* _Requirement_: Find the word "PlotObservation" in the records below. List each line containing it.

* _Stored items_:
....

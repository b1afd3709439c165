// Network checks before fitting, on small networks written out by hand so the expected groups,
// single-trial treatments and ranges can be read off directly (common practice: two trials are
// connected when they share a treatment).
import { describe, expect, it } from 'vitest';
import { checkNetwork } from '../../../src/api/analysis/networkChecks.js';
import { testedTreatments } from '../../../src/api/analysis/testedTreatments.js';
import type { NetworkInput, TreatmentInfo } from '../../../src/engine/types.js';

const T = (code: string, rate: number | null): TreatmentInfo => ({ code, levels: { rate } });
const treatments = [T('CTL', 0), T('A', 50), T('B', 100), T('X', 30), T('Y', 60), T('Z', 90)];

function network(trials: Record<string, string[]>): NetworkInput {
  return {
    trait: 'y',
    factors: [{ name: 'rate', kind: 'numeric', unit: 'kg/ha' }],
    treatments,
    trials: Object.entries(trials).map(([trial, codes]) => ({
      trial,
      design: 'completely-randomised' as const,
      plots: codes.flatMap((c) => [1, 2].map((r) => ({ treatment: c, block: null, row: null, col: null, value: r }))),
    })),
  };
}

describe('checkNetwork', () => {
  it('finds treatments tested in one trial, disconnected groups and differing rate ranges', () => {
    const n = network({ t1: ['CTL', 'A', 'B'], t2: ['CTL', 'A'], t3: ['X', 'Y'], t4: ['Y', 'Z'] });
    const c = checkNetwork(n, n.trials.map((t) => testedTreatments(t, n.treatments)));
    expect(c.singleTrialTreatments).toEqual([{ treatment: 'B', trial: 't1' }, { treatment: 'X', trial: 't3' }, { treatment: 'Z', trial: 't4' }]);
    expect(c.connectedGroups).toEqual([['t1', 't2'], ['t3', 't4']]);
    expect(c.ranges.find((r) => r.trial === 't3')).toEqual({ factor: 'rate', trial: 't3', lowest: 30, highest: 60, levels: 2 });
    expect(c.warnings).toHaveLength(3);
    expect(c.warnings[1]).toMatch(/fall into 2 groups that share no treatment with each other.*\{t1, t2\}, \{t3, t4\}/);
    expect(c.warnings[2]).toMatch(/^trials tested different rate ranges \(kg\/ha\): 0 to 100 in 1 trial \(t1\); 0 to 50 in 1 trial \(t2\)/);
  });

  it('says nothing about a connected network where every trial tested the same set', () => {
    const n = network({ t1: ['CTL', 'A', 'B'], t2: ['CTL', 'A', 'B'] });
    expect(checkNetwork(n, n.trials.map((t) => testedTreatments(t, n.treatments))).warnings).toEqual([]);
  });
});
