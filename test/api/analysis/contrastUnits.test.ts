// Each contrast's unit: the trait's for differences, per rate unit for a linear trend, the
// analysis scale's name under a transform.
import { describe, expect, it } from 'vitest';
import { contrastUnit } from '../../../src/api/analysis/contrastUnits.js';

const network = { unit: 't/ha', factors: [{ name: 'rate', kind: 'numeric' as const, unit: 'kg/ha' }, { name: 'timing', kind: 'categorical' as const }] };

describe('contrastUnit', () => {
  it('trait unit for differences of means, per kg/ha for a linear trend', () => {
    expect(contrastUnit({ name: 'tc', kind: 'treated-vs-control' }, network, 'none')).toBe('t/ha');
    expect(contrastUnit({ name: 'el', factor: 'timing', levels: ['early', 'late'] }, network, 'none')).toBe('t/ha');
    expect(contrastUnit({ name: 'lin', trend: 'rate', degree: 1 }, network, 'none')).toBe('t/ha per kg/ha');
    // a degree-2 orthogonal component is a combination of means: the trait's unit
    expect(contrastUnit({ name: 'quad', trend: 'rate', degree: 2 }, network, 'none')).toBe('t/ha');
  });
  it('the scale under a transform, and words where a unit is missing', () => {
    expect(contrastUnit({ name: 'lin', trend: 'rate', degree: 1 }, network, 'log')).toBe('log ratio per kg/ha');
    expect(contrastUnit({ name: 'tc', kind: 'treated-vs-control' }, { unit: undefined, factors: [] }, 'none')).toBeNull();
    expect(contrastUnit({ name: 'lin', trend: 'rate', degree: 1 }, { unit: undefined, factors: [] }, 'none')).toBe('trait units per unit of rate');
  });
});
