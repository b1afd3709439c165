// A log transform with zeros in the data: the offset is decided once over the network and used
// by every trial and by the one-stage model, so ratios from both stages mean the same thing.
// Reference: the rule stated in src/engine/trial/transform.ts (half the smallest positive
// value), applied by hand here to the whole network.
import { describe, expect, it } from 'vitest';
import { runAnalysis } from '../../../src/api/analysis/runAnalysis.js';
import { analysisSpecSchema } from '../../../src/spec/analysisSpec.js';
import type { NetworkInput, PlotObservation } from '../../../src/engine/types.js';

function trial(name: string, values: number[][]): { trial: string; design: 'randomised-blocks'; plots: PlotObservation[] } {
  const codes = ['CTL', 'T1', 'T2'];
  return {
    trial: name,
    design: 'randomised-blocks',
    plots: values.flatMap((row, b) => row.map((value, j) => ({ treatment: codes[j], block: String(b + 1), row: null, col: null, value }))),
  };
}

describe('log offset shared across stages', () => {
  const network: NetworkInput = {
    trait: 'count',
    factors: [],
    treatments: [{ code: 'CTL', levels: {} }, { code: 'T1', levels: {} }, { code: 'T2', levels: {} }],
    control: 'CTL',
    trials: [
      trial('A', [[0, 4.0, 6.1], [1.2, 3.1, 5.2], [0.9, 4.4, 7.0]]),
      trial('B', [[2.0, 0.6, 8.1], [2.4, 5.5, 9.0], [1.9, 6.1, 7.7]]),
      trial('C', [[3.0, 5.1, 6.6], [2.8, 4.9, 7.3], [3.3, 5.6, 6.9]]),
    ],
  };

  it('every trial uses half the smallest positive value of the whole network (0.3), also where it has no zeros', () => {
    const spec = analysisSpecSchema.parse({ transform: 'log', contrasts: [{ name: 't2_vs_ctl', coefficients: { CTL: -1, T2: 1 } }], oneStage: null });
    const report = runAnalysis(network, spec, undefined, 'plots');
    const offsets = report.twoStage.trials.map((t) => ('transform' in t ? t.transform.logOffset : null));
    expect(offsets).toEqual([0.3, 0.3, 0.3]); // exact: 0.6 / 2
  });

  it('without zeros no offset is added anywhere', () => {
    const positive: NetworkInput = { ...network, trials: network.trials.slice(2) };
    const spec = analysisSpecSchema.parse({ transform: 'log', contrasts: [], oneStage: null });
    const report = runAnalysis(positive, spec, undefined, 'plots');
    expect(report.twoStage.trials.map((t) => ('transform' in t ? t.transform.logOffset : null))).toEqual([0]);
  });
});
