// Contrasts on a network whose protocol changed over the years and whose sites dropped
// treatments (test/support/protocolChangeNetwork.ts), read as `analyze --data` reads a file.
// Checked live against R:
// - per trial: lm(y ~ 0 + trt + block) with sum-to-zero blocks, the contrast written out in R from
//   the trial's own treatments (estimate and SE to 1e-8);
// - pooling: the REML random-effects pool written in R on R's own per-trial estimates (tau² 1e-6,
//   mean and Wald SE 1e-6);
// - one stage: lme4::lmer + lmerTest::contest on the same unbalanced network (means, contrasts
//   and SEs 1e-5, Satterthwaite df 1e-3).
import { mkdtempSync, rmSync, writeFileSync } from 'node:fs';
import { tmpdir } from 'node:os';
import { join } from 'node:path';
import { afterAll, beforeAll, describe, expect, it } from 'vitest';
import { runAnalysisFromSource } from '../../../src/api/analysis/fromSource.js';
import { analysisSpecSchema } from '../../../src/spec/analysisSpec.js';
import { runR, type RRun } from '../../support/rscript.js';
import { protocolChangeCsv, DROPPED, PROTOCOL_CONTRASTS as C, PROTOCOL_SPEC_BASE } from '../../support/protocolChangeNetwork.js';
import { contrastCsv, runLme4 } from '../../engine/onestage/support/lme4Reference.js';

const dir = mkdtempSync(join(tmpdir(), 'manyfield-pertrial-'));
afterAll(() => rmSync(dir, { recursive: true, force: true }));

const NAMES = ['rate_linear', 'rate_quadratic', 'treated_vs_control', 'early_vs_late', 'e60_vs_control'] as const;
const spec = analysisSpecSchema.parse({
  ...PROTOCOL_SPEC_BASE,
  contrasts: [
    C.rateLinear,
    C.rateQuadratic,
    C.treatedVsControl,
    C.earlyVsLate,
    C.e60VsControl,
    // No trial tested both: nothing to pool, said in words.
    { name: 'e50_vs_e60', coefficients: { E50: 1, E60: -1 }, divisor: 1 },
  ],
  oneStage: { random: ['trial', 'block', 'treatment-by-trial'], residual: 'common', df: 'satterthwaite', lrt: false, profile: false },
  twoStage: { tau2: 'reml', interval: 'wald', prediction: 'plug-in-t' },
});

// Each contrast written out in R from the trial's own treatments, then pooled by REML in R.
const PER_TRIAL_R = String.raw`
d <- read.csv('data.csv', stringsAsFactors = FALSE)
d <- d[!is.na(d$y), ]
envs <- sort(unique(d$env))
contrast_for <- function(name, info) {
  x <- info$rate; names(x) <- info$trt
  present <- info$trt
  cf <- setNames(rep(0, length(present)), present)
  if (name == 'rate_linear') { if (length(unique(x)) < 2) return(NULL); cf[] <- (x - mean(x)) / sum((x - mean(x))^2) }
  if (name == 'rate_quadratic') { if (length(unique(x)) < 3) return(NULL); p <- poly(x, 2)[, 2]; cf[] <- p * sign(sum(p * x^2)) }
  if (name == 'treated_vs_control') { if (!('CTL' %in% present)) return(NULL); tr <- setdiff(present, 'CTL'); cf[tr] <- 1 / length(tr); cf['CTL'] <- -1 }
  if (name == 'early_vs_late') {
    e <- info[info$timing == 'early', ]; l <- info[info$timing == 'late', ]
    both <- intersect(e$rate, l$rate); if (length(both) == 0) return(NULL)
    for (r in both) { cf[e$trt[e$rate == r]] <- 1 / length(both); cf[l$trt[l$rate == r]] <- -1 / length(both) }
  }
  if (name == 'e60_vs_control') { if (!all(c('E60', 'CTL') %in% present)) return(NULL); cf['E60'] <- 1; cf['CTL'] <- -1 }
  cf
}
reml_pool <- function(y, v) {
  ll <- function(t2) { w <- 1 / (v + t2); mu <- sum(w * y) / sum(w); -0.5 * (sum(log(v + t2)) + sum(w * (y - mu)^2) + log(sum(w))) }
  o <- optimize(ll, c(0, 10 * (var(y) + max(v))), maximum = TRUE, tol = 1e-14)
  t2 <- if (ll(0) >= o$objective) 0 else o$maximum
  w <- 1 / (v + t2)
  c(t2, sum(w * y) / sum(w), sqrt(1 / sum(w)))
}
for (name in strsplit(Sys.getenv('CONTRASTS'), ',')[[1]]) {
  ys <- c(); vs <- c()
  for (i in seq_along(envs)) {
    de <- d[d$env == envs[i], ]
    info <- unique(de[, c('trt', 'rate', 'timing')]); info <- info[order(info$trt), ]
    cf <- contrast_for(name, info)
    if (is.null(cf)) next
    de$trt <- factor(de$trt, levels = info$trt)
    m <- lm(y ~ 0 + trt + factor(block), data = de, contrasts = list('factor(block)' = 'contr.sum'))
    b <- coef(m)[paste0('trt', info$trt)]; V <- vcov(m)[paste0('trt', info$trt), paste0('trt', info$trt)]
    est <- sum(cf * b); se <- sqrt(sum(cf * (V %*% cf)))
    emit(paste0(name, '_est_', envs[i]), est); emit(paste0(name, '_se_', envs[i]), se)
    ys <- c(ys, est); vs <- c(vs, se^2)
  }
  p <- reml_pool(ys, vs)
  emit(paste0(name, '_tau2'), p[1]); emit(paste0(name, '_mu'), p[2]); emit(paste0(name, '_muse'), p[3])
}
`;

/** A trial's contrast as the report's JSON carries it, estimable or not. */
interface Shown {
  readonly name: string;
  readonly estimable?: boolean;
  readonly estimate?: number | null;
  readonly se?: number | null;
  readonly reason?: string;
  readonly meaning?: string;
}
const contrastsOf = (t: { readonly contrasts: readonly unknown[] }): readonly Shown[] => t.contrasts as readonly Shown[];

describe('contrasts follow what each trial tested (protocol changed over the years, treatments dropped)', () => {
  const csv = protocolChangeCsv(20260);
  let report: Awaited<ReturnType<typeof runAnalysisFromSource>>;
  let r: RRun;
  beforeAll(async () => {
    writeFileSync(join(dir, 'network.csv'), csv);
    report = await runAnalysisFromSource({ data: join(dir, 'network.csv'), spec, save: false });
    process.env.CONTRASTS = NAMES.join(',');
    r = runR(PER_TRIAL_R, { 'data.csv': csv });
  }, 600_000);

  it('each trial estimate and SE equal R lm with the same per-trial contrast (1e-8); trials R cannot form are left out with a reason', () => {
    let compared = 0;
    for (const t of report.twoStage.trials) {
      for (const name of NAMES) {
        const c = contrastsOf(t).find((x) => x.name === name);
        expect(c).toBeDefined();
        const rEst = r.values[`${name}_est_${t.trial}`];
        if (rEst === undefined) {
          expect(c?.reason ?? '', `${name} in ${t.trial}`).toMatch(/\w+/);
          expect(c?.estimable).toBe(false);
          continue;
        }
        expect(c?.estimable, `${name} in ${t.trial}`).toBe(true);
        if (!c?.estimable) continue;
        expect(Math.abs((c.estimate as number) - rEst)).toBeLessThan(1e-8);
        expect(Math.abs((c.se as number) - r.values[`${name}_se_${t.trial}`])).toBeLessThan(1e-8);
        compared++;
      }
    }
    expect(compared).toBeGreaterThan(50);
  });

  it('pools every trial that can carry each contrast, lists the others with reasons, and equals the REML pool in R (tau² 1e-6)', () => {
    for (const name of NAMES) {
      const pooled = report.twoStage.pooled.find((p) => p.name === name);
      expect(pooled, name).toBeDefined();
      if (!pooled) continue;
      const carried = report.twoStage.trials.filter((t) => r.values[`${name}_est_${t.trial}`] !== undefined).length;
      expect(pooled.k).toBe(carried);
      expect(pooled.leftOut.length).toBe(report.twoStage.trials.length - carried);
      expect(Math.abs((pooled.tau2 as number) - r.values[`${name}_tau2`])).toBeLessThan(1e-6);
      expect(Math.abs((pooled.estimate as number) - r.values[`${name}_mu`])).toBeLessThan(1e-6);
      expect(Math.abs((pooled.se as number) - r.values[`${name}_muse`])).toBeLessThan(1e-6);
    }
    const left = (name: string): string => report.twoStage.pooled.find((p) => p.name === name)?.leftOut.join('; ') ?? '';
    expect(left('rate_quadratic')).toMatch(/S1-2019 \(tested 2 distinct rate levels \(0, 50\); a degree-2 trend needs at least 3\)/);
    expect(left('treated_vs_control')).toMatch(/S3-2023 \(the control CTL was not tested here\)/);
    expect(left('early_vs_late')).toMatch(/S1-2019 \(no treatment has timing = late\)/);
    expect(left('e60_vs_control')).toMatch(/S1-2020 \(not tested here: E60/);
    expect(report.warnings.some((w) => w.startsWith('contrast "early_vs_late": pooled over 6 of 18 trials'))).toBe(true);
    // Early against late uses only the rates tested at both timings, and says which.
    const s1 = report.twoStage.trials.find((t) => t.trial === 'S1-2024');
    expect(DROPPED['S1-2024']).toEqual(['L120']);
    const s1Comparison = s1 && contrastsOf(s1).find((c) => c.name === 'early_vs_late');
    expect(s1Comparison?.estimable).toBe(true);
    expect(s1Comparison?.meaning).toMatch(/over the 1 combination tested at both \(rate 60\); left out, tested at one level only: rate 120/);
  });

  it('a contrast no trial can carry is not pooled; the warning names it, every trial with its reason, and what to change', () => {
    expect(report.twoStage.pooled.some((p) => p.name === 'e50_vs_e60')).toBe(false);
    const w = report.warnings.find((x) => x.startsWith('contrast "e50_vs_e60": not pooled'));
    expect(w).toMatch(/none of the 18 trials can carry it/);
    expect(w).toMatch(/S1-2019 \(not tested here: E60/);
    expect(w).toMatch(/S1-2021 \(not tested here: E50/);
    expect(w).toMatch(/To change: write the coefficients over treatments that some trials tested together/);
    expect(report.warnings.join('\n')).not.toMatch(/Nothing to pool/);
  });

  it('warns that trials tested different rate ranges, naming them', () => {
    const w = report.warnings.find((x) => x.startsWith('trials tested different rate ranges'));
    expect(w).toMatch(/0 to 150 in 4 trials \(S2-2019, S3-2019, S1-2020, S3-2020\)/);
    expect(w).toMatch(/0 to 100 in 1 trial \(S2-2020\)/);
    expect(w).toMatch(/0 to 50 in 1 trial \(S1-2019\)/);
    expect(w).toMatch(/60 to 180 in 1 trial \(S3-2023\)/);
  });

  it('compares the stages where they estimate the same quantity and says why not elsewhere', () => {
    const byName = new Map(report.agreement.map((a) => [a.name, a]));
    // Trials of 2021–22 tested 0 to 240, the network's whole range: the slopes are comparable.
    expect(byName.get('rate_linear')?.agree).not.toBeNull();
    expect(byName.get('rate_linear')?.note).toBeUndefined();
    // A quadratic component is scaled on each trial's own spacing: not compared, with the reason.
    expect(byName.get('rate_quadratic')?.agree).toBeNull();
    expect(byName.get('rate_quadratic')?.note).toMatch(/^not compared: a degree-2 component/);
    expect(report.warnings.some((w) => w.startsWith('contrast "rate_quadratic": one-stage and two-stage estimates are not compared'))).toBe(true);
  });

  it('one-stage means and contrasts (on the population treatment means) equal lme4 / lmerTest on the same unbalanced network (1e-5; df 1e-3)', () => {
    const os = report.oneStage;
    expect(os).not.toBeNull();
    if (!os) return;
    const codes = os.means.map((m) => m.treatment);
    const rate: Record<string, number> = { CTL: 0, E50: 50, E100: 100, E150: 150, E60: 60, E120: 120, E180: 180, E240: 240, L60: 60, L120: 120 };
    const x = codes.map((c) => rate[c]);
    const mean = x.reduce((s, v) => s + v, 0) / x.length;
    const ss = x.reduce((s, v) => s + (v - mean) ** 2, 0);
    // The population versions written out here: slope over every treatment's rate, the mean of all
    // treated against the control, early against late over the rates tested at both (60, 120).
    const rows: Record<string, Float64Array> = {
      rate_linear: Float64Array.from(x, (v) => (v - mean) / ss),
      treated_vs_control: Float64Array.from(codes, (c) => (c === 'CTL' ? -1 : 1 / (codes.length - 1))),
      early_vs_late: Float64Array.from(codes, (c) => ({ E60: 0.5, E120: 0.5, L60: -0.5, L120: -0.5 })[c] ?? 0),
      e60_vs_control: Float64Array.from(codes, (c) => ({ E60: 1, CTL: -1 })[c] ?? 0),
    };
    const names = Object.keys(rows);
    const data = ['env,block,trt,y', ...csv.trim().split('\n').slice(1).map((l) => l.split(',')).filter((f) => f[8] !== '').map((f) => `${f[0]},${f[3]},${f[5]},${f[8]}`)].join('\n');
    const ref = runLme4(data, contrastCsv(codes, names.map((n) => rows[n])), { kenwardRoger: false, randTests: false, trialRaw: false });
    os.means.forEach((m, j) => {
      expect(Math.abs((m.estimate as number) - ref.values[`fixef[${j + 1}]`])).toBeLessThan(1e-5);
      expect(Math.abs((m.se as number) - ref.values[`fixse[${j + 1}]`])).toBeLessThan(1e-5);
    });
    names.forEach((n, i) => {
      const c = os.contrasts.find((x) => x.name === n);
      expect(Math.abs((c?.estimate as number) - ref.values[`est${i + 1}`]), n).toBeLessThan(1e-5);
      expect(Math.abs((c?.se as number) - ref.values[`se${i + 1}`]), n).toBeLessThan(1e-5);
      expect(Math.abs((c?.df as number) - ref.values[`sdf${i + 1}`]), n).toBeLessThan(1e-3);
    });
  }, 600_000);
});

....

* _Worked solution_:
import type { NetworkInput, PlotObservation } from '../../../src/engine/types.js';
function trial(name: string, values: number[][]): { trial: string; design: 'randomised-blocks'; plots: PlotObservation[] } {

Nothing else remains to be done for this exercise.